"The North American Indian tribes, instead of speaking related dialects, originating in a single parent language, in reality speak many languages, belonging to distinct families, which have no apparent unity of origin."
To the north of Mexico (Plate VI) the aborigines are divided into 58 linguistic families. In a large portion of these languages there are tribal dialects not understood by members of other tribes of the same family. Thus the Algonquin linguistic family contains some 30 or 40 distinct languages. In the Athapascan the diversity is nearly as great. The smaller families present similar conditions in proportionate degree, although there are stocks which speak but one language. Four of the linguistic families referred to extend into Mexico, but to the south of the territory occupied by them other languages and dialects are spoken. Ethnologists who have studied the tribes of Mexico report 19 linguistic stocks, containing 108 distinct languages, among which there are upward of 60 dialects. In Central America
a similar diversity in the native tongues exists. Reclus, in his great work The Earth and its Inhabitants, states that in the New World 450 native languages are spoken—a number greater than that of all the languages in use in the rest of the earth. Not only are the American linguistic stocks different from each other, and fail to furnish evidence of having been derived from a single parent tongue, but, as philologists assure us, no one of them is analogous to any language spoken in other lands.

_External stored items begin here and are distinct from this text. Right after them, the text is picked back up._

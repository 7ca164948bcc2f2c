import * as fc from 'fast-check'
import { describe, expect, it } from 'vitest'
import { fitCircle, radiusThrough } from '~/track/circle-fit'
import { gaussian, seededRandom } from '../../tests/support/circuits'

describe('the circle of least squares', () => {
  it('is the circle itself for points on one, wherever it lies and however short the arc', () => {
    fc.assert(
      fc.property(
        fc.integer({ min: 8, max: 900 }),
        fc.integer({ min: -6000, max: 6000 }),
        fc.integer({ min: 5, max: 350 }),
        (radius, x, degrees) => {
          const turn = (k: number) => 1 + (k * degrees * Math.PI) / 180 / 20
          const k = Array.from({ length: 21 }, (_, i) => i)
          const circle = fitCircle(
            k.map((i) => x + radius * Math.cos(turn(i))),
            k.map((i) => -x + radius * Math.sin(turn(i))),
          )
          expect(Math.abs((circle?.radius ?? 0) / radius - 1)).toBeLessThan(1e-6)
          expect(Math.hypot((circle?.x ?? 0) - x, (circle?.y ?? 0) + x)).toBeLessThan(1e-6 * radius)
        },
      ),
    )
  })

  it('is right in the middle of many under noise, also on a short arc: 40 m of a circle of 100 m, 0.3 m of noise', () => {
    const random = seededRandom(12)
    const radii = Array.from({ length: 400 }, () => {
      const turns = Array.from({ length: 21 }, (_, k) => k / 50)
      const noise = () => 0.3 * gaussian(random)
      const circle = fitCircle(
        turns.map((turn) => 100 * Math.cos(turn) + noise()),
        turns.map((turn) => 100 * Math.sin(turn) + noise()),
      )
      return circle?.radius ?? Number.NaN
    }).sort((one, other) => one - other)
    expect(radii[200]).toBeGreaterThan(97)
    expect(radii[200]).toBeLessThan(103)
  })

  it('is null for points on a straight line and for fewer than three', () => {
    expect(fitCircle([0, 1, 2, 3.5], [1, 3, 5, 8])).toBeNull()
    expect(fitCircle([4, 4, 4], [1, 2, 9])).toBeNull()
    expect(fitCircle([0, 3], [4, 0])).toBeNull()
    expect(fitCircle([7, 7, 7], [2, 2, 2])).toBeNull()
  })
})

describe('the circle through three points', () => {
  it('is infinite for three points on a straight line', () => {
    expect(radiusThrough([0, 0], [1, 2], [3, 6])).toBe(Infinity)
  })
})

As is well known, a language is not created de novo, but by a slow process of development. Since the first acquirement of articulate speech by man a succession of languages has appeared owing to the growth, differentiation, etc., of pre-existing forms of speech. It is a warrantable inference, therefore, that the marvellous diversity in speech present in America could only have arisen by a process of evolution involving a very long period of time.
As the American languages have no affinity with the Teutonic or Semitic stocks, it is evident that the source or sources from which they came far antedate the birth of the oldest people of which history takes cognizance. Man must therefore have set foot on American soil before the sprouting of the linguistic twig which, after millenniums, produced the cuneiform inscriptions of ancient Persia and Assyria.
The diversity of arts, customs, myths, religions, etc., among the American aborigines, and their difference in nearly all instances from the analogous attributes of the peoples of other lands, also point to a long period of isolated development in much the same manner as has been referred to in the case of a comparative study of their languages. The skin boats used by the Eskimos are widely different from the birch-bark canoes of the Algonquins, and these again differ conspicuously from the dug-out canoes of southeastern Alaska and British Columbia; still other varieties of boats are peculiar to the more southern Indian tribes, and all alike differ from the boats used in other lands. Like individuality pertains also to the houses of the American aborigines, their clothing, arms, utensils, basket-work, picture-writings, etc. One is forced to recognise in each of these arts or industries
not only development in many diverging lines among the various tribes, but the birth of ideas analogous to those which arose in other lands, and their independent growth under special conditions. All of this, and much more in the same general direction that might be discussed did space permit, points to a great antiquity for the indigenous American peoples.
Among the nations of the Old World certain plants have been under domestication for so long a time, and have varied so greatly, that the wild species from which they came are no longer known. This is true of nearly all our common fruits and vegetables and many of our flowers that were derived from the Old World. At the time of the Spanish conquest the aborigines of America were cultivating tobacco, potatoes, beans, tomatoes, squashes, maize, cotton, etc., and in the case of most of these plants the wild species from which they were derived has not been ascertained. The argument that points to a great antiquity in the case of wheat and the peach applies equally well to tobacco and maize, and indicates that horticulture began in America in remote antiquity. At the time of Columbus, the ox, sheep, goat, pigeons, fowls, cat, etc., long domesticated in the Old, were absent in the New World, and the llama, turkey, etc., indigenous in America, were unknown in Europe. These striking differences, among which there is not even a single exception, amount to positive evidence that contact between the peoples of the Old and the New World did not occur after the inhabitants of the former emerged from savagery, or, what is the same thing, never existed in the sense that trade relations were entered into. This same line of argument seemingly casts grave doubts on the deductions already referred to concerning the importation into America from Polynesia of the practise of tattooing, the wearing of masks, the use of labrets, etc.; and indicates also that but slight changes were produced in the American aborigines owing to the wrecking of Asiatic junks on the northwest coast.
Another factor bearing on the antiquity of the indigenous Americans is the stage of development reached in spite of their long and nearly complete isolation. Stimuli from without,
and particularly contact with more advanced peoples, having been lacking or of small importance, incentive to bodily and mental activity arose mainly from the desire for food, clothing, and shelter, and from intertribal rivalry, jealousy, and war. This process of indigenous development was certainly slow. With man, as with the lower animals, the rate of advance and of specialization increases as higher and higher grades of development are reached. For the American aborigines to have attained the higher stages of barbarism at the time of the arrival of civilized Europeans, solely by self-growth and self-education, is perhaps even a stronger argument for their antiquity than their differentiation in culture, languages, etc.